━━ Given information ━━
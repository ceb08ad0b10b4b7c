import type { Position, ProjectedMultiPolygon } from "./work-limit";

/**
 * The project's cell grid: square cells of `cellSize` laid from an origin, optionally rotated
 * (degrees counter-clockwise from east) to follow a canal or shoreline. Column numbers grow along
 * the grid's own x axis, rows along its y axis, both from 0 at the origin.
 *
 * The grid covers the work limit's extent: `firstCol`/`firstRow` are the lowest column and row that
 * touch it (negative when the origin lies inside the limit), and `cols` × `rows` cells are kept.
 *
 * Labels read like spreadsheet cells: column letters then row number, "A1" for column 0, row 0;
 * column 25 is "Z", column 26 "AA"; row numbers start at 1. A cell west or south of the origin gets
 * a "-" before that part: column −1 is "-A", row −1 is "-1" (so "-B-2" is column −2, row −2).
 */
export interface CellGrid {
  originX: number;
  originY: number;
  cellSize: number;
  rotationDegrees: number;
  firstCol: number;
  firstRow: number;
  cols: number;
  rows: number;
}

export interface CellGridOptions {
  cellSize: number;
  /** Grid origin in project coordinates; default: the south-west corner of the work limit (in the grid's rotated frame). */
  originX?: number;
  originY?: number;
  rotationDegrees?: number;
}

function frame(rotationDegrees: number) {
  const radians = (rotationDegrees * Math.PI) / 180;
  return { cos: Math.cos(radians), sin: Math.sin(radians) };
}

/** Project coordinates → grid frame (along-column u, along-row v) relative to the origin. */
export function toGridFrame(grid: Pick<CellGrid, "originX" | "originY" | "rotationDegrees">, easting: number, northing: number): Position {
  const { cos, sin } = frame(grid.rotationDegrees);
  const dx = easting - grid.originX;
  const dy = northing - grid.originY;
  return [dx * cos + dy * sin, -dx * sin + dy * cos];
}

export function fromGridFrame(grid: Pick<CellGrid, "originX" | "originY" | "rotationDegrees">, u: number, v: number): Position {
  const { cos, sin } = frame(grid.rotationDegrees);
  return [grid.originX + u * cos - v * sin, grid.originY + u * sin + v * cos];
}

export function createCellGrid(workLimit: ProjectedMultiPolygon, options: CellGridOptions): CellGrid {
  const rotationDegrees = options.rotationDegrees ?? 0;
  const cellSize = options.cellSize;
  if (!(cellSize > 0)) throw new Error("cell size must be a positive number");
  let minU = Infinity, minV = Infinity, maxU = -Infinity, maxV = -Infinity;
  const unrotated = { originX: 0, originY: 0, rotationDegrees };
  for (const polygon of workLimit) {
    for (const position of polygon[0] ?? []) {
      const [u, v] = toGridFrame(unrotated, position[0], position[1]);
      minU = Math.min(minU, u); maxU = Math.max(maxU, u);
      minV = Math.min(minV, v); maxV = Math.max(maxV, v);
    }
  }
  if (!Number.isFinite(minU)) throw new Error("the work limit has no outer ring");
  const [defaultX, defaultY] = fromGridFrame(unrotated, minU, minV);
  const originX = options.originX ?? defaultX;
  const originY = options.originY ?? defaultY;
  const [originU, originV] = toGridFrame(unrotated, originX, originY);
  // A tiny slack so a limit edge that lies exactly on a cell line does not add an empty row.
  const slack = 1e-9 * cellSize;
  const firstCol = Math.floor((minU - originU + slack) / cellSize);
  const firstRow = Math.floor((minV - originV + slack) / cellSize);
  const lastCol = Math.ceil((maxU - originU - slack) / cellSize) - 1;
  const lastRow = Math.ceil((maxV - originV - slack) / cellSize) - 1;
  return {
    originX,
    originY,
    cellSize,
    rotationDegrees,
    firstCol,
    firstRow,
    cols: Math.max(1, lastCol - firstCol + 1),
    rows: Math.max(1, lastRow - firstRow + 1),
  };
}

export function cellCount(grid: CellGrid): number {
  return grid.cols * grid.rows;
}

/** Index into per-cell arrays, or −1 outside the grid. */
export function cellIndex(grid: CellGrid, row: number, col: number): number {
  const localRow = row - grid.firstRow;
  const localCol = col - grid.firstCol;
  if (localRow < 0 || localRow >= grid.rows || localCol < 0 || localCol >= grid.cols) return -1;
  return localRow * grid.cols + localCol;
}

export function cellRowCol(grid: CellGrid, index: number): { row: number; col: number } {
  return { row: Math.floor(index / grid.cols) + grid.firstRow, col: (index % grid.cols) + grid.firstCol };
}

/** The cell containing a point, or −1 outside the grid. */
export function cellIndexAt(grid: CellGrid, easting: number, northing: number): number {
  const [u, v] = toGridFrame(grid, easting, northing);
  return cellIndex(grid, Math.floor(v / grid.cellSize), Math.floor(u / grid.cellSize));
}

function columnLetters(col: number): string {
  let letters = "";
  let remaining = col + 1; // bijective base 26: 1 → A, 26 → Z, 27 → AA
  while (remaining > 0) {
    const digit = (remaining - 1) % 26;
    letters = String.fromCharCode(65 + digit) + letters;
    remaining = Math.floor((remaining - 1) / 26);
  }
  return letters;
}

export function cellLabel(row: number, col: number): string {
  const columnPart = col >= 0 ? columnLetters(col) : `-${columnLetters(-col - 1)}`;
  const rowPart = row >= 0 ? String(row + 1) : `-${-row}`;
  return columnPart + rowPart;
}

/** The inverse of cellLabel ("B12" → row 11, col 1; "-A-2" → row −2, col −1); null for anything else. */
export function parseCellLabel(label: string): { row: number; col: number } | null {
  const match = /^(-?)([A-Z]{1,4})(-?)(\d{1,7})$/.exec(label.trim().toUpperCase());
  if (!match) return null;
  let letters = 0;
  for (const letter of match[2]) letters = letters * 26 + (letter.charCodeAt(0) - 64);
  const number = Number(match[4]);
  if (number === 0) return null;
  const col = match[1] ? -letters : letters - 1;
  const row = match[3] ? -number : number - 1;
  return { row, col };
}

/** The cell's outline as a closed counter-clockwise ring in project coordinates. */
export function cellPolygon(grid: Pick<CellGrid, "originX" | "originY" | "rotationDegrees" | "cellSize">, row: number, col: number): Position[] {
  const size = grid.cellSize;
  const u = col * size;
  const v = row * size;
  const ring = [
    fromGridFrame(grid, u, v),
    fromGridFrame(grid, u + size, v),
    fromGridFrame(grid, u + size, v + size),
    fromGridFrame(grid, u, v + size),
  ];
  ring.push([ring[0][0], ring[0][1]]);
  return ring;
}

export function cellCentroid(grid: CellGrid, row: number, col: number): Position {
  return fromGridFrame(grid, (col + 0.5) * grid.cellSize, (row + 0.5) * grid.cellSize);
}

/**
 * The grid origin a project gets when none is given: the work limit's south-west corner in the
 * grid's (rotated) frame, moved down and left onto a multiple of the cell size, so cell lines fall
 * on round coordinates and every cell of the limit lies at or above and right of the origin.
 */
export function defaultGridOrigin(workLimit: ProjectedMultiPolygon, cellSize: number, rotationDegrees = 0): Position {
  const corner = createCellGrid(workLimit, { cellSize, rotationDegrees });
  const unrotated = { originX: 0, originY: 0, rotationDegrees };
  const [u, v] = toGridFrame(unrotated, corner.originX, corner.originY);
  return fromGridFrame(unrotated, Math.floor(u / cellSize) * cellSize, Math.floor(v / cellSize) * cellSize);
}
━━━
» Task to carry out:
A single number is required: the count of lines in the data above that include the string "numbers".

» Answer to this exercise:
2